**Task instructions:**
Each line below from the one containing "batch now. */" through the one containing "contents in one" is to be given again exactly, and no line outside that span.

**Stored dataset items:**
----

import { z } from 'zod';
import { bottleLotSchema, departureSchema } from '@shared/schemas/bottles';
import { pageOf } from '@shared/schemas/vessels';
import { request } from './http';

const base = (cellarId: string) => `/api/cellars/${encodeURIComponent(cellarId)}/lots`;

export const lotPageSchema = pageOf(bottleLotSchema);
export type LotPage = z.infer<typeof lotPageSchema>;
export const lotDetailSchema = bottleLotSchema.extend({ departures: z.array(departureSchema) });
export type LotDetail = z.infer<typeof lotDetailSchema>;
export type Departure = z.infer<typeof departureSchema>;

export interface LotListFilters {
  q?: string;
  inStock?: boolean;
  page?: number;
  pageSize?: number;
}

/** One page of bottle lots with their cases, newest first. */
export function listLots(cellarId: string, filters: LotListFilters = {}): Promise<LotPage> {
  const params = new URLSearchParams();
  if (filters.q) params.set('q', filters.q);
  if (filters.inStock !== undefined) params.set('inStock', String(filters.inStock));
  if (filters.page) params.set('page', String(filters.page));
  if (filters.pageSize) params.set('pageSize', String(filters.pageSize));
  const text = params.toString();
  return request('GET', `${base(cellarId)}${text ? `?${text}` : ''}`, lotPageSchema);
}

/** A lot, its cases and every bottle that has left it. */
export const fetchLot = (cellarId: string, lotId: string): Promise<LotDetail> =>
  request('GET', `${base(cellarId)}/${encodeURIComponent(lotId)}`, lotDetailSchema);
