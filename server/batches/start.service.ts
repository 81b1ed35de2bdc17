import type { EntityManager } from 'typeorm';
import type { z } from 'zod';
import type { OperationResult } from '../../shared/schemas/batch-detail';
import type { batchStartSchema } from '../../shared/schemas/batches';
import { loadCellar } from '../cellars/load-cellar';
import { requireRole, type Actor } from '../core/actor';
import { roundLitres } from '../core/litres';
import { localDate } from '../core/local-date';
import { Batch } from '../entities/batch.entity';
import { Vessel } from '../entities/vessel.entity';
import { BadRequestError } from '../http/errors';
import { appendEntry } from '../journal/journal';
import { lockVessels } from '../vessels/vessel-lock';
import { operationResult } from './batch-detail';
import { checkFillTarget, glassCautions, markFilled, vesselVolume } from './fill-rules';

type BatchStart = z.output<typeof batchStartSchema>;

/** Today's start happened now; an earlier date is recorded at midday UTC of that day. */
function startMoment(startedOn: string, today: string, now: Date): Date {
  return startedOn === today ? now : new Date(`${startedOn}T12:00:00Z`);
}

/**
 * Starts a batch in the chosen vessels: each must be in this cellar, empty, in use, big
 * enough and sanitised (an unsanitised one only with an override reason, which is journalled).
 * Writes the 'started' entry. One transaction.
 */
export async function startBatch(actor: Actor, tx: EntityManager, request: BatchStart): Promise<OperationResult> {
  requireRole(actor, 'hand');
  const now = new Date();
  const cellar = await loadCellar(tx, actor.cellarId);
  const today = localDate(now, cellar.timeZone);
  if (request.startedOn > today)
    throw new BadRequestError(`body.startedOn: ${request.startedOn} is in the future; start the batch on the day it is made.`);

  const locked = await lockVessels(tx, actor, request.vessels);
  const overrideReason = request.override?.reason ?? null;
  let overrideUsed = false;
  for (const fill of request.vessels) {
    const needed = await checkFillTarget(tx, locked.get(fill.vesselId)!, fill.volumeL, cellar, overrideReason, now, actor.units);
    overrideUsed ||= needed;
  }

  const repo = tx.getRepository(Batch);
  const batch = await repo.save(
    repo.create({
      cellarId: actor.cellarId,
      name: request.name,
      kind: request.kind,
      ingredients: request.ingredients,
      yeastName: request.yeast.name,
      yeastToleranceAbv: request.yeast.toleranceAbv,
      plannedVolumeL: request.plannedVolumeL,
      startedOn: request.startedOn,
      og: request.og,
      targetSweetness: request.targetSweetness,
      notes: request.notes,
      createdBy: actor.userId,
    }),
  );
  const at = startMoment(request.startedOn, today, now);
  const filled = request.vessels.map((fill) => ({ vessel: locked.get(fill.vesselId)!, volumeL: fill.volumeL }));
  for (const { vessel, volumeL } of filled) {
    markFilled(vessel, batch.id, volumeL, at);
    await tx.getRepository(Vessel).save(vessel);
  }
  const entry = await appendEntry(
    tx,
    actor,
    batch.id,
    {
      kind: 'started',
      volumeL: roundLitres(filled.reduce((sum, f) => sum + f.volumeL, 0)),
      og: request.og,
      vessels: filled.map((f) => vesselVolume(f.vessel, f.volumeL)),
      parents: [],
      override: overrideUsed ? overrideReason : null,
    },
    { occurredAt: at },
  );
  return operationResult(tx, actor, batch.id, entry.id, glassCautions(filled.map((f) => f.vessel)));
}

----

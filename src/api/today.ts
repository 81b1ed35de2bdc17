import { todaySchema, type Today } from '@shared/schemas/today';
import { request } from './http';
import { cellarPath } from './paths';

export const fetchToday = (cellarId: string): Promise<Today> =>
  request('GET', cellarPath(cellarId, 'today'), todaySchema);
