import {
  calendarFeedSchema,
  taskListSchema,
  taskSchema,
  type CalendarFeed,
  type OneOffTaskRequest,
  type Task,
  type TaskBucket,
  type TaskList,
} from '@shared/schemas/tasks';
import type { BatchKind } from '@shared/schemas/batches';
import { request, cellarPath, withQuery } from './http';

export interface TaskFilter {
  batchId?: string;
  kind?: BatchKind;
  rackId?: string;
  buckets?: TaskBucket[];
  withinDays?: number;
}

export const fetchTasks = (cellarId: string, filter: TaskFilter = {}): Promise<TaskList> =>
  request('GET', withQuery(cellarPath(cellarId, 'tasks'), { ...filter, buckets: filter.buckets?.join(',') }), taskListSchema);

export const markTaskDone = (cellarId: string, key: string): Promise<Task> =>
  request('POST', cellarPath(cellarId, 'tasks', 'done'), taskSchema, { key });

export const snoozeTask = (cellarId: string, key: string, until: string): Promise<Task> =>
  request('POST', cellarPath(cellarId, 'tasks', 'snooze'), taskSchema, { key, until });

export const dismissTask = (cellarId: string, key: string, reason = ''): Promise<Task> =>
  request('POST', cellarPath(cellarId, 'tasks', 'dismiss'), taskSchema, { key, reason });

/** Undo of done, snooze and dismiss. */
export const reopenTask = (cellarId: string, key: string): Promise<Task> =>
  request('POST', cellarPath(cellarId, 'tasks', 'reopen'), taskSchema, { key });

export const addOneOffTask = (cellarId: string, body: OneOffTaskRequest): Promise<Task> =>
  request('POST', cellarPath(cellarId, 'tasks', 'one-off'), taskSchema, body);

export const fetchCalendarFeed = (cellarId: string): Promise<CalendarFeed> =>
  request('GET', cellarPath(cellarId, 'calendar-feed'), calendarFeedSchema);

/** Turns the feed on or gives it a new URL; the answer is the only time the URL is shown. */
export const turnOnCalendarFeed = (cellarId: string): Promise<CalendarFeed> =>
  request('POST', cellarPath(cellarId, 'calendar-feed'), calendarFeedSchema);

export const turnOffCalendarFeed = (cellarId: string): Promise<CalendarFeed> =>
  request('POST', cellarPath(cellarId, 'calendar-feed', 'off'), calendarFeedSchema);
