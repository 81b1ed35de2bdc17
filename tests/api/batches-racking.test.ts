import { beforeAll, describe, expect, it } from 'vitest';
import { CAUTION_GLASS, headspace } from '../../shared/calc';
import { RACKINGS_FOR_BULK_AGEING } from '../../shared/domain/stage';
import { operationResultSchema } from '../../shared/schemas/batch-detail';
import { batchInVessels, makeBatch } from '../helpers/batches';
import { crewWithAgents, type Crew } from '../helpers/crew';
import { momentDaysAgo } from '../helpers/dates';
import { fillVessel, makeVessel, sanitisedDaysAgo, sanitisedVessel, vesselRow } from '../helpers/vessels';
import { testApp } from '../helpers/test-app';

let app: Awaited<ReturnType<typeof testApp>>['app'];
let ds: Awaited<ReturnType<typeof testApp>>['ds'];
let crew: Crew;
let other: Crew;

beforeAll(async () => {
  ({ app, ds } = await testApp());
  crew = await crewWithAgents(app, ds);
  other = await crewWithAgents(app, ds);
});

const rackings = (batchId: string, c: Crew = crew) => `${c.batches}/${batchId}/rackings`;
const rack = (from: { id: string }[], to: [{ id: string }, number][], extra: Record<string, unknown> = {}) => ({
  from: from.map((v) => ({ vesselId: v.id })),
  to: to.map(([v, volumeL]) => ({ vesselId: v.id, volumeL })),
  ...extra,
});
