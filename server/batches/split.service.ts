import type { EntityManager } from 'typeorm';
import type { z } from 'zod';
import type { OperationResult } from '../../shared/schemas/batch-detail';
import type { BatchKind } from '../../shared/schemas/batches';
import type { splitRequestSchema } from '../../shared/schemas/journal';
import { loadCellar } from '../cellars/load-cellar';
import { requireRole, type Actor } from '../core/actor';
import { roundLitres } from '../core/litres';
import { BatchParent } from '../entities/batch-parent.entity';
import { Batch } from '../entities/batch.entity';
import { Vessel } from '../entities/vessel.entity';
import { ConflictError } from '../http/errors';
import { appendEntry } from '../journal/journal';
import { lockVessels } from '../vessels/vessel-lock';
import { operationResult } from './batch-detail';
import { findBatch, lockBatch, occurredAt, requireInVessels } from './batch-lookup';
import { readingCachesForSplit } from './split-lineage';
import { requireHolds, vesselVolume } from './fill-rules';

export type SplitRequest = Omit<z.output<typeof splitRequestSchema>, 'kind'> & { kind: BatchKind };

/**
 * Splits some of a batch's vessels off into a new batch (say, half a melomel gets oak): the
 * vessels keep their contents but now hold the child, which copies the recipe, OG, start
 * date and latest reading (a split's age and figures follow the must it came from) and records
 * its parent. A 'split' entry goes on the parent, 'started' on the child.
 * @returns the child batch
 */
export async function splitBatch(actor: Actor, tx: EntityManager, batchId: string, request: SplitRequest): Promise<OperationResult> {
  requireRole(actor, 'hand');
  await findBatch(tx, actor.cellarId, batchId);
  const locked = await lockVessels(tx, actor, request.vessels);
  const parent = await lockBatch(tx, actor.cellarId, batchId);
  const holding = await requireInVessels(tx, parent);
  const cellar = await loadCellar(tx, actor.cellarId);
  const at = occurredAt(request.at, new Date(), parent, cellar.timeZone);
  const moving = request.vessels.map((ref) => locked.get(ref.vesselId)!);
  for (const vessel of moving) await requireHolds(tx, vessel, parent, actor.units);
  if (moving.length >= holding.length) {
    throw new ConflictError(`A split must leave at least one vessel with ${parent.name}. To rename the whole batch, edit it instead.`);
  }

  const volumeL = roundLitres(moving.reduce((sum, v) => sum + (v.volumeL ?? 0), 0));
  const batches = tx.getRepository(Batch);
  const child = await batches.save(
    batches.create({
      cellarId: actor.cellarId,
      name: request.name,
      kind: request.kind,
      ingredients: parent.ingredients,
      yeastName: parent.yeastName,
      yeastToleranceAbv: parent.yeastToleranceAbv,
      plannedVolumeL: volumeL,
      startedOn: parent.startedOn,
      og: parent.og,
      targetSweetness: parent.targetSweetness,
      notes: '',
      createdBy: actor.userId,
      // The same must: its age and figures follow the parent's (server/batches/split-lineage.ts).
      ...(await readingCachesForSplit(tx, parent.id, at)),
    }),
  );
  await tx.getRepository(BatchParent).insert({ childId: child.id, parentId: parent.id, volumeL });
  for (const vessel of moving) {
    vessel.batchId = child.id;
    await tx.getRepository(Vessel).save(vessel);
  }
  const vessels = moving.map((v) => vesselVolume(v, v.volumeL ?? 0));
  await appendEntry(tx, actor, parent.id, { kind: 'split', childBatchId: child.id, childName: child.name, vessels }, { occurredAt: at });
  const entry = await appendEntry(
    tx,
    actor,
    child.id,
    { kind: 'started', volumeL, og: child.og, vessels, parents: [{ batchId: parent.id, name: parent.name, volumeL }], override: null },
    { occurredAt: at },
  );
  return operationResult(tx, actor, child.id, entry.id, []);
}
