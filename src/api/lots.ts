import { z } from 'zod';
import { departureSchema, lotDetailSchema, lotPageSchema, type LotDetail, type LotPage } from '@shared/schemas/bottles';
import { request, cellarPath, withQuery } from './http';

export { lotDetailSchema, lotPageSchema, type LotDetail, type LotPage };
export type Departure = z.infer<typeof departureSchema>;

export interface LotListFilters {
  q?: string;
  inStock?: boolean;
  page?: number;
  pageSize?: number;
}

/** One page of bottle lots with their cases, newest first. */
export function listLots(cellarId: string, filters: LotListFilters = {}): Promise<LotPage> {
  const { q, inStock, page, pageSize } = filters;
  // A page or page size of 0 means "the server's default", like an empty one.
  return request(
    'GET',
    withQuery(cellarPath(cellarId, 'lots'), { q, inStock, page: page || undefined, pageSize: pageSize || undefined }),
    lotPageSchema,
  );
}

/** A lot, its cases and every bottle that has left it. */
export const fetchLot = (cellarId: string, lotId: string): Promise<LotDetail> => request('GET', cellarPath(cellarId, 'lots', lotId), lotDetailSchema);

----

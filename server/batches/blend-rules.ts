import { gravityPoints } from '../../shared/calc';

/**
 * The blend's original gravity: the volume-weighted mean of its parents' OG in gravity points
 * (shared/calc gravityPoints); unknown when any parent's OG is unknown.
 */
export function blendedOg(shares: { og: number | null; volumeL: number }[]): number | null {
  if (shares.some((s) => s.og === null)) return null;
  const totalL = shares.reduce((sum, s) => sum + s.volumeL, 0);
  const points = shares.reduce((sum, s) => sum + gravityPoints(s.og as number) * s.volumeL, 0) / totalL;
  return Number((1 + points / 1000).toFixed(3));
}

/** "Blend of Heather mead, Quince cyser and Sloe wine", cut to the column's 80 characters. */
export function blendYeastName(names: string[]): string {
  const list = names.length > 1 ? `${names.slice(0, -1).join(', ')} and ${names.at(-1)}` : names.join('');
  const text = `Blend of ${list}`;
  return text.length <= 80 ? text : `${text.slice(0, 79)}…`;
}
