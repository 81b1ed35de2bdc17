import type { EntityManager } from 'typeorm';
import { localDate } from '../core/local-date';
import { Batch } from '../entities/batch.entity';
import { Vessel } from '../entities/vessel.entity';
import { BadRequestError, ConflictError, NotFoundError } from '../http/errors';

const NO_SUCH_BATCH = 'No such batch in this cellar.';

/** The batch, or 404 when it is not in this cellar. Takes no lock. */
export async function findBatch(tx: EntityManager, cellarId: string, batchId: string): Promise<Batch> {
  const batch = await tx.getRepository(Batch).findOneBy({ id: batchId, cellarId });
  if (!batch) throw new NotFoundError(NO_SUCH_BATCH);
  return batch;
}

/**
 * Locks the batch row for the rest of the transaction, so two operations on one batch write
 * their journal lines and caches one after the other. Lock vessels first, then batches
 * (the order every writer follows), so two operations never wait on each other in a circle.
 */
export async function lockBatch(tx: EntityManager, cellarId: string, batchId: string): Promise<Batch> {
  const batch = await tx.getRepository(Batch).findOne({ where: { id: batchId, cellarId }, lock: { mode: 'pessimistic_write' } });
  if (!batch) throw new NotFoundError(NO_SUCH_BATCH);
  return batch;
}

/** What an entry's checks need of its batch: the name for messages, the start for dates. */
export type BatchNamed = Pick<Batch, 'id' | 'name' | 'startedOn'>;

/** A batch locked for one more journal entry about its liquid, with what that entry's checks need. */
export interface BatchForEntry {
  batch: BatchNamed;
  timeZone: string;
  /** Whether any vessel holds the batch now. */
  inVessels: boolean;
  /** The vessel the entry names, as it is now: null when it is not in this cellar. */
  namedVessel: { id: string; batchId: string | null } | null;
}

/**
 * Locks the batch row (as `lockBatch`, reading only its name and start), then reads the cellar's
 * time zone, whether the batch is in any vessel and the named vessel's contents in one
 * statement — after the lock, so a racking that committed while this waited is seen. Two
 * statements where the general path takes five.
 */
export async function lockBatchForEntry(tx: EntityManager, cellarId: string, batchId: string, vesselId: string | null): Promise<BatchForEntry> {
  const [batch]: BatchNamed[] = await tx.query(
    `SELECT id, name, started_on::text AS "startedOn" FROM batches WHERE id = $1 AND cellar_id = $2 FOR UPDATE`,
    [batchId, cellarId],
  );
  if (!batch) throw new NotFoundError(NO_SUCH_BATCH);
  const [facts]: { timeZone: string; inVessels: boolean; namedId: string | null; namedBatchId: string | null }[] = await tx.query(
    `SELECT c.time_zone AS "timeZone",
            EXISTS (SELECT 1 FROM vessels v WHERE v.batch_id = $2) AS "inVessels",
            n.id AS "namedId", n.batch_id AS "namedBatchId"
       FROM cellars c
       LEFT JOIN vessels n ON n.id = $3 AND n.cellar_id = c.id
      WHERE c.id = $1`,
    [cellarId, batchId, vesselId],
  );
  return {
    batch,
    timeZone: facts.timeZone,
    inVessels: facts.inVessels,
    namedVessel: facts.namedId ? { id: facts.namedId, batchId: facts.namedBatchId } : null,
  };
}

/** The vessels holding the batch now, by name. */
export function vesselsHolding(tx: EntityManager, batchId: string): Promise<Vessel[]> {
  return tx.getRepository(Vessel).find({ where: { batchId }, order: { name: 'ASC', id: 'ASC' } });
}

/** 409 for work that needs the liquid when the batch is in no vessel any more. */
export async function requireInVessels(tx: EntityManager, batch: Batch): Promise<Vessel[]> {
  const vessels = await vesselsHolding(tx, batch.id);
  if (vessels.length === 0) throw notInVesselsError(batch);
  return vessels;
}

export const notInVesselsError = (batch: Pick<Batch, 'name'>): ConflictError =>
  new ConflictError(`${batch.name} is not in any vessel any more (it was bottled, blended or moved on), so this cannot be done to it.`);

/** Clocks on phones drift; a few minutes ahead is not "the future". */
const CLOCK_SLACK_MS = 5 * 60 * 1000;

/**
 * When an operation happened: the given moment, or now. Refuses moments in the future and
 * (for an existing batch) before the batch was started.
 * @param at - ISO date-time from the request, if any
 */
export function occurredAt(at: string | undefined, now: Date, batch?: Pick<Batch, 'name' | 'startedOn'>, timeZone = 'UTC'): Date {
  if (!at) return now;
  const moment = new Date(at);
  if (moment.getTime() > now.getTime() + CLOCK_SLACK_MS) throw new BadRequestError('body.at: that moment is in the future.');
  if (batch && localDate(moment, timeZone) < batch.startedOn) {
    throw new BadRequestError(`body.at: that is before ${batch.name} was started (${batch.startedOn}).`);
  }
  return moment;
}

----

**Written answer:**
  /** Whether any vessel holds the batch now. */
  inVessels: boolean;
  /** The vessel the entry names, as it is now: null when it is not in this cellar. */
  namedVessel: { id: string; batchId: string | null } | null;
}

/**
 * Locks the batch row (as `lockBatch`, reading only its name and start), then reads the cellar's
 * time zone, whether the batch is in any vessel and the named vessel's contents in one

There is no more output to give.